0

I have a large data set of Insurance Claims data with 2 columns. One column is a claim identifier. The other is a large string of notes that go with the claim.

My goal is to text mine the Claims Notes for a specific VIN number. Typically a VIN# is in a 17 digit format. See Below: https://www.autocheck.com/vehiclehistory/autocheck/en/vinbasics

However, with my data, some issues arise. Sometimes only the last 6 digits were input for a VIN#. I basically need a way to process my data and grab anything that looks like a 17 digit VIN Number and return it to that row of data. I am using Python 3 and am a rookie text miner but have some basic experience using regular expressions.

I am trying to create a function in python in which I can lambda apply it to the column of notes.

Attempt so far:

C_Notes['VIN#s'] = C_Notes['ClaimsNotes'].str.findall(r'[0-9]{1}[0-9a-zA-Z]{16}') 

I am trying to mimic the format of the VIN in the link I provided.

So something that looks for a string with following qualities:

EDIT: Changed code snippet. This code example works if I make some toy examples of VINs with made up text but I am not having any success iterating through my pandas column.
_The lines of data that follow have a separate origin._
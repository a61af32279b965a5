// Isolation certificates and long-term isolations, through the real API. Sources beside each check:
// HSE HSG253 "The safe isolation of plant and equipment" (an isolation certificate cross-referenced by
// the permit to work; long-term isolations inspected at intervals) and HSE HSG250 "Guidance on
// permit-to-work systems" (the permit cross-references the isolation certificate; an isolation may be
// kept beyond one permit). Where the text was not read the test says "common practice".
import { QueryTypes } from 'sequelize';
import { afterAll, beforeAll, describe, expect, it } from 'vitest';
import { certificateGaps } from '@shared/permit/state-machine';
import type { IsolationCertificate, IsolationCertificateSummary } from '@shared/types/certificates';
import type { Page } from '@shared/schemas/common.schema';
import { startTestServer, type TestServer } from '../fixtures/test-server';
import { demoIds, permitBody, sign, transition, users } from '../fixtures/permit-fixtures';
import {
  applyAndVerifySteps, confirmChecklist, expectOk, insertGasTest, proveAndSign, reasonsOf, signInCrew, steps, toAccepted, type Crew, type Ids, type PlanStepBody,
} from '../fixtures/permit-journey';
import { markOverdueRechecks } from '../../server/src/modules/certificates/recheck-scheduler';

/** Isolating devices on both sides of the work and a vent between them: the section the certificate covers runs 22.0 to 22.3. */
const plan: PlanStepBody[] = [
  { tempLabel: 'IC-BV-UP', tempPosition: 22.0, kind: 'block_valve' },
  { tempLabel: 'IC-VT-1', tempPosition: 22.1, kind: 'vent' },
  { tempLabel: 'IC-BV-DN', tempPosition: 22.3, kind: 'block_valve' },
];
Each row entry has a large paragraph of text I want the function to go through each row at a time.

Thank you.

Coldchain9
  • 1,373
  • 11
  • 31

2 Answers2

1

But with which VIN system exactly you are dealing?

Wikipedia has article describing 17-digit VIN number, describing three different systems: ISO 3779, European and North American.

Apparently there is not general formal rule dictating what (onlyletter/onlydigit/letterordigit) occupies which position.

First 3 characters depend on manufacturer country/region and first of them is digit for Oceania and both Americas but letter for everyone else.

For North American 9th, 13th, 14th, 15th, 16th and 17th positions are always digits and letters I,O,Q are never used.

Taking in account above considerations following pattern could be used:

[0-9][0-9A-Za-z^IiOoQq]{7}[0-9][0-9A-Za-z^IiOoQq]{3}[0-9]{5}

Which consist of digits ([0-9]) and letterordigits but which are not prohibited characters. ^ inside [] mean that blacklist of characters will follow.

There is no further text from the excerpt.